> Exercise description
Write the entries out exactly, with the final line being the one containing "Every ingest runs".

(Supplied records)

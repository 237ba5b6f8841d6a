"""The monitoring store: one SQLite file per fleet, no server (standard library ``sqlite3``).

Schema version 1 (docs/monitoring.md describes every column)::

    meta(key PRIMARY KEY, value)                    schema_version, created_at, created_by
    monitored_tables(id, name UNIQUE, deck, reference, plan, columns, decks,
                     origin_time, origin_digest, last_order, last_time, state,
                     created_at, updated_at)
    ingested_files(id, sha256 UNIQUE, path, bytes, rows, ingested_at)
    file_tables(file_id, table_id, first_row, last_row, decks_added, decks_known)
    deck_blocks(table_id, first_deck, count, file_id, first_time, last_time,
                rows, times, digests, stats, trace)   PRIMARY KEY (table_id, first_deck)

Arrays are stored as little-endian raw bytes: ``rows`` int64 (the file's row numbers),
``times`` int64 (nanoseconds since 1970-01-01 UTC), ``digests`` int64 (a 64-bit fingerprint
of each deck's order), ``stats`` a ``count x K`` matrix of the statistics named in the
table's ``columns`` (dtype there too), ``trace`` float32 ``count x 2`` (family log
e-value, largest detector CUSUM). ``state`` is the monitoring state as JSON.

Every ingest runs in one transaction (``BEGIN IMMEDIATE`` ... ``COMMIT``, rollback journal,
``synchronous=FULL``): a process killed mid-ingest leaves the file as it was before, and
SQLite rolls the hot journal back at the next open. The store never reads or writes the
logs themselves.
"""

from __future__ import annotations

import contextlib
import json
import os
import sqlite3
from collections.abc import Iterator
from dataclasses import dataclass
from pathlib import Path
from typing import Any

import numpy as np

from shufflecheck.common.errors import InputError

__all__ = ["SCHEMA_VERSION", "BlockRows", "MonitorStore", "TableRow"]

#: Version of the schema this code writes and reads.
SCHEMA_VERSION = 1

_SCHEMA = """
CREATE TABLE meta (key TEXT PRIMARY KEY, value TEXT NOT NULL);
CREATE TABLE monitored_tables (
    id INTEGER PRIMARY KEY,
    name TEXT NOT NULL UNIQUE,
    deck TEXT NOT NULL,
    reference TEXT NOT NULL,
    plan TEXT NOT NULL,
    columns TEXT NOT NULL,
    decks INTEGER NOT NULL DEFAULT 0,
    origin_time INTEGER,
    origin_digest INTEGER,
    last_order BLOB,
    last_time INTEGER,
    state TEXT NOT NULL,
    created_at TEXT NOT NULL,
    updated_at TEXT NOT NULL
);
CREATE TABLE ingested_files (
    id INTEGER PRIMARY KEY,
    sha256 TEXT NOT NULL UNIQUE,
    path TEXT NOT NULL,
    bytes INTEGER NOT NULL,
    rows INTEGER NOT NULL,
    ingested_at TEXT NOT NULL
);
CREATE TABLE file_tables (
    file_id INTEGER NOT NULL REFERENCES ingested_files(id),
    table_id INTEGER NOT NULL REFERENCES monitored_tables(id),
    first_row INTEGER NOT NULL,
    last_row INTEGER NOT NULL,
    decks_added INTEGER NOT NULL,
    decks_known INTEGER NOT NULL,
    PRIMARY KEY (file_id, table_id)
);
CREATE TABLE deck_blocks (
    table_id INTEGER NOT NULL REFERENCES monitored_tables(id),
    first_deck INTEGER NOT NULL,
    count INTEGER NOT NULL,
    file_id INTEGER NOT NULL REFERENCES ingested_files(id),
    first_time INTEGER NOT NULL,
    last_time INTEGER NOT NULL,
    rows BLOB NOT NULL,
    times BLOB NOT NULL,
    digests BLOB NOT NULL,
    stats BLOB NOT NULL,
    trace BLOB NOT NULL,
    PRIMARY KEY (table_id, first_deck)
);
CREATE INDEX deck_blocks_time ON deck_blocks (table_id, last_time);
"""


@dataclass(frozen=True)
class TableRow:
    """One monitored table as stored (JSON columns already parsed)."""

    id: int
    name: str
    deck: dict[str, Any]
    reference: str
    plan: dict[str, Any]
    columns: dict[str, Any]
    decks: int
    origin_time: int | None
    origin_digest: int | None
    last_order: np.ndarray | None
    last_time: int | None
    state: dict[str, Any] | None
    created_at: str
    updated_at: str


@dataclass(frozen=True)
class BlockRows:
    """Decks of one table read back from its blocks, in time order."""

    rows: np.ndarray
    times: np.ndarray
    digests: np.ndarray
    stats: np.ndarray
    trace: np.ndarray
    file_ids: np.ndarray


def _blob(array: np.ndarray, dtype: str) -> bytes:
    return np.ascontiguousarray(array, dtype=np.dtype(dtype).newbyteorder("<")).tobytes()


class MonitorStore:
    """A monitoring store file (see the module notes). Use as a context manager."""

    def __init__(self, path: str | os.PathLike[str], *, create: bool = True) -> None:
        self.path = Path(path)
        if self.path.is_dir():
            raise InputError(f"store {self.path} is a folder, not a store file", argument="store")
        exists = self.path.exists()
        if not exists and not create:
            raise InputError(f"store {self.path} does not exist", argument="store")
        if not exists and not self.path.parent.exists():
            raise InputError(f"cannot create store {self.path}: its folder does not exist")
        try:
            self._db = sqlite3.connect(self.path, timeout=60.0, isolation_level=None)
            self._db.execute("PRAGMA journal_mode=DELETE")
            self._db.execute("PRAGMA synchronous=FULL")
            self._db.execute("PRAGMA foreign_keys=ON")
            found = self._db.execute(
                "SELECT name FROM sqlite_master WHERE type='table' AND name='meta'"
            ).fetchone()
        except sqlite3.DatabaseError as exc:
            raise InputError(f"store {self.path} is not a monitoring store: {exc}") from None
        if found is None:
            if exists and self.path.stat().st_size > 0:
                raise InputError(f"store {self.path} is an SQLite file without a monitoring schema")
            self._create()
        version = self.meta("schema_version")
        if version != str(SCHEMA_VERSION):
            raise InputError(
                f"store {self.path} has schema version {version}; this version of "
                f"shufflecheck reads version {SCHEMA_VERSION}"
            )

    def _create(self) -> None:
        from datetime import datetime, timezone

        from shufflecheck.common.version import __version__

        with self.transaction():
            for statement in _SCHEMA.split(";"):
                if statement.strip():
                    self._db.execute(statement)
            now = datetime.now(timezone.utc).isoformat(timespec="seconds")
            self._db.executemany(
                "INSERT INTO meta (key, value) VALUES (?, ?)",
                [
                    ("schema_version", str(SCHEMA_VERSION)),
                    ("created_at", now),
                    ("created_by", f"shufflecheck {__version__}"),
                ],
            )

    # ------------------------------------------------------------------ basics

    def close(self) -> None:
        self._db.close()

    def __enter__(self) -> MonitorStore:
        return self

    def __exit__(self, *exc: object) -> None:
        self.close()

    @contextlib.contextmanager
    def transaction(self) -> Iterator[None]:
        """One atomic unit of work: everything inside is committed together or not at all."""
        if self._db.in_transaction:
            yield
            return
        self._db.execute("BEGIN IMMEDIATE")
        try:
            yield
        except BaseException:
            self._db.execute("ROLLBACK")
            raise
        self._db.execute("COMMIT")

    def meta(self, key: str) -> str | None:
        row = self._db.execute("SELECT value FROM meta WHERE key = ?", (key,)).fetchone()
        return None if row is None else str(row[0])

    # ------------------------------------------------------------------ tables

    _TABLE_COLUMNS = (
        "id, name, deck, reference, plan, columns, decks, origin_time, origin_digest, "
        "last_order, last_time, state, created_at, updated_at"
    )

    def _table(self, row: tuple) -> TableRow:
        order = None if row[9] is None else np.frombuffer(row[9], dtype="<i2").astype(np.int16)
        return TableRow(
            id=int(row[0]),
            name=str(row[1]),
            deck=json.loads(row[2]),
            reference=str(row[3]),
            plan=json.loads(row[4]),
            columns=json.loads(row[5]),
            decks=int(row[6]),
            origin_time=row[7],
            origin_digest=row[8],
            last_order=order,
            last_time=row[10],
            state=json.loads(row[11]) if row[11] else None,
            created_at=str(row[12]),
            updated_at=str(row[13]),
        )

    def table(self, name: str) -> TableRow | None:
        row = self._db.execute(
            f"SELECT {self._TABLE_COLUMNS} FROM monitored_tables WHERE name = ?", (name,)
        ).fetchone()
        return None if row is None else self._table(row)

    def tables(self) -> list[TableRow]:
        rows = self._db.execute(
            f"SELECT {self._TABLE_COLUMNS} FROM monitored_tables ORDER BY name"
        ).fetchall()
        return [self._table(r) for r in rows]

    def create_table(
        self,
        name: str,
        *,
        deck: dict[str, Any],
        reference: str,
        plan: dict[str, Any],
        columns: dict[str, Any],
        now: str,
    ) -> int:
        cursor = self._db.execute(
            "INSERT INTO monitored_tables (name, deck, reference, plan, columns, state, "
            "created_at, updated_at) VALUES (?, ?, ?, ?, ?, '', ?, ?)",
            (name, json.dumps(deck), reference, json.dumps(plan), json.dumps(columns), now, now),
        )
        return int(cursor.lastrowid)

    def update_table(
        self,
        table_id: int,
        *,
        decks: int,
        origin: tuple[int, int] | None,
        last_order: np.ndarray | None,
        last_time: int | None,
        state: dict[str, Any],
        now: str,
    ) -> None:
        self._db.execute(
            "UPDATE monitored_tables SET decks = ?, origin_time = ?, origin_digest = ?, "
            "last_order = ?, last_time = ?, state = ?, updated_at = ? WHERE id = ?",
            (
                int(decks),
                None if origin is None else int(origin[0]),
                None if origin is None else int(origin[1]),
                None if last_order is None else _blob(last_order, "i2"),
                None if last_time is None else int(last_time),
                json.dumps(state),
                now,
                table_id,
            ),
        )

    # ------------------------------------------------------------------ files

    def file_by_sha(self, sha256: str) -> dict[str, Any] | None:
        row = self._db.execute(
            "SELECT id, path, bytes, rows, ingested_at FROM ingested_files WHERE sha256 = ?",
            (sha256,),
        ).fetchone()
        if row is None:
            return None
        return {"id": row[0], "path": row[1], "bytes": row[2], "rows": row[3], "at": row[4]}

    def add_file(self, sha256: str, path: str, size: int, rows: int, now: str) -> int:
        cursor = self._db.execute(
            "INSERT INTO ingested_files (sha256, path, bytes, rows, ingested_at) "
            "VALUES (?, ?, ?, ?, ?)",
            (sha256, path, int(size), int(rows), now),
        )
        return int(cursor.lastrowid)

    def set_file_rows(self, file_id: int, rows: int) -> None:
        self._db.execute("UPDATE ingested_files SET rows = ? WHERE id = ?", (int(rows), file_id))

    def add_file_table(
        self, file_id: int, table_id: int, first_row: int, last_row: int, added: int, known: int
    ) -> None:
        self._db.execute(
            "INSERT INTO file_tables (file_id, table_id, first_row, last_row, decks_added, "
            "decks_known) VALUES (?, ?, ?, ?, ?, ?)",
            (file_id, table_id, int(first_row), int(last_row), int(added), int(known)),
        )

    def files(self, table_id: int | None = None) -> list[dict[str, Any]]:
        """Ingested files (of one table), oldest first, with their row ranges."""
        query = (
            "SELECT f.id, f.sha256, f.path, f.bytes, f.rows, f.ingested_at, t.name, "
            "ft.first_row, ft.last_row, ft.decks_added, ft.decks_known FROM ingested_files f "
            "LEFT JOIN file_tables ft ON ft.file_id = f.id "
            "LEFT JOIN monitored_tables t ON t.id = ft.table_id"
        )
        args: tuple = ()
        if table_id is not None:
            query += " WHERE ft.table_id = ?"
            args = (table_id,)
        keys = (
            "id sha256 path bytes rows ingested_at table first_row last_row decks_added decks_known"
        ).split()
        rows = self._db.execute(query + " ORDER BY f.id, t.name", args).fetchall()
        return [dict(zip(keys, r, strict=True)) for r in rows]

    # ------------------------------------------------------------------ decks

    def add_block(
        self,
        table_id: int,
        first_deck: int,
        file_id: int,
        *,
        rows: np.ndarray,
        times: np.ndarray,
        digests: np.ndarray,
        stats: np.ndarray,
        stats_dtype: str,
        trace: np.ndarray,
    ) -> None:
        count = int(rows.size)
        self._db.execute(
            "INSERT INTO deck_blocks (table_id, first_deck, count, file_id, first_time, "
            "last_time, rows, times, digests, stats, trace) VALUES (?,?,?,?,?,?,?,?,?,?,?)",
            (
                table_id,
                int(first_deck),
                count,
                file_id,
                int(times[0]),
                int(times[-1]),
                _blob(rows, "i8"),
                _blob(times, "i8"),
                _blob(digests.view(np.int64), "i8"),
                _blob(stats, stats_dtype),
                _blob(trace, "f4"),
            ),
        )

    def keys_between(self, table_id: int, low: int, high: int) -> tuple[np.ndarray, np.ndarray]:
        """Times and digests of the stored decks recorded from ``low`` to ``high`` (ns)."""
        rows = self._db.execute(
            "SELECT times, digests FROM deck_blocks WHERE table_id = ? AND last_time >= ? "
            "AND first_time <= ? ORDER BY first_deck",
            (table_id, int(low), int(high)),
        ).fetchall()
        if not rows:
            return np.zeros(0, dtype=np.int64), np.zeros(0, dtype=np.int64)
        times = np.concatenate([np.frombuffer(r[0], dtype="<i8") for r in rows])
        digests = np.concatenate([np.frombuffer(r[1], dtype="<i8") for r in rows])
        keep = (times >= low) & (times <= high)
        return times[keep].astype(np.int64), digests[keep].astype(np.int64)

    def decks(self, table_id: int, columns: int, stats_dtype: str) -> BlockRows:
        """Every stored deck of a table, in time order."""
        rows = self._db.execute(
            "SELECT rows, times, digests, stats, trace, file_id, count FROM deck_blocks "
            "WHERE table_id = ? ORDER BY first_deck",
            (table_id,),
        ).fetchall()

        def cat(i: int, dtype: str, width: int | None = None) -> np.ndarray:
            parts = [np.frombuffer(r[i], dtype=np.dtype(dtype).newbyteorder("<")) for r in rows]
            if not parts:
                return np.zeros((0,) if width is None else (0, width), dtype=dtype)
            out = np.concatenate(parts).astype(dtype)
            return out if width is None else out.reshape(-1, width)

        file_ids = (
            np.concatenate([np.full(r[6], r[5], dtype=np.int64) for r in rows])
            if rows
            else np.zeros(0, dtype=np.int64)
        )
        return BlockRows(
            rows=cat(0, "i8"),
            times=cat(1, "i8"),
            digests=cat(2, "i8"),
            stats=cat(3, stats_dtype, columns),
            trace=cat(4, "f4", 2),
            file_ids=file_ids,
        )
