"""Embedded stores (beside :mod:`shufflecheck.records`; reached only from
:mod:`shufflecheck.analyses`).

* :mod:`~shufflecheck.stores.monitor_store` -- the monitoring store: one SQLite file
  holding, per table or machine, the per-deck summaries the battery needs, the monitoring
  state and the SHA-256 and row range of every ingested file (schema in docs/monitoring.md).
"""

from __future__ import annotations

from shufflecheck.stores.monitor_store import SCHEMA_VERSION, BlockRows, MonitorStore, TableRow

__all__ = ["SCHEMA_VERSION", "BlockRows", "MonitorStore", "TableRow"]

(End Supplied records)

> Your solution
repository 237ba5b6f8841d6a
"""The monitoring store: one SQLite file per fleet, no server (standard library ``sqlite3``).

Schema version 1 (docs/monitoring.md describes every column)::

    meta(key PRIMARY KEY, value)                    schema_version, created_at, created_by
    monitored_tables(id, name UNIQUE, deck, reference, plan, columns, decks,
                     origin_time, origin_digest, last_order, last_time, state,
                     created_at, updated_at)
    ingested_files(id, sha256 UNIQUE, path, bytes, rows, ingested_at)
    file_tables(file_id, table_id, first_row, last_row, decks_added, decks_known)
    deck_blocks(table_id, first_deck, count, file_id, first_time, last_time,
                rows, times, digests, stats, trace)   PRIMARY KEY (table_id, first_deck)

Arrays are stored as little-endian raw bytes: ``rows`` int64 (the file's row numbers),
``times`` int64 (nanoseconds since 1970-01-01 UTC), ``digests`` int64 (a 64-bit fingerprint
of each deck's order), ``stats`` a ``count x K`` matrix of the statistics named in the
table's ``columns`` (dtype there too), ``trace`` float32 ``count x 2`` (family log
e-value, largest detector CUSUM). ``state`` is the monitoring state as JSON.

Every ingest runs in one transaction (``BEGIN IMMEDIATE`` ... ``COMMIT``, rollback journal,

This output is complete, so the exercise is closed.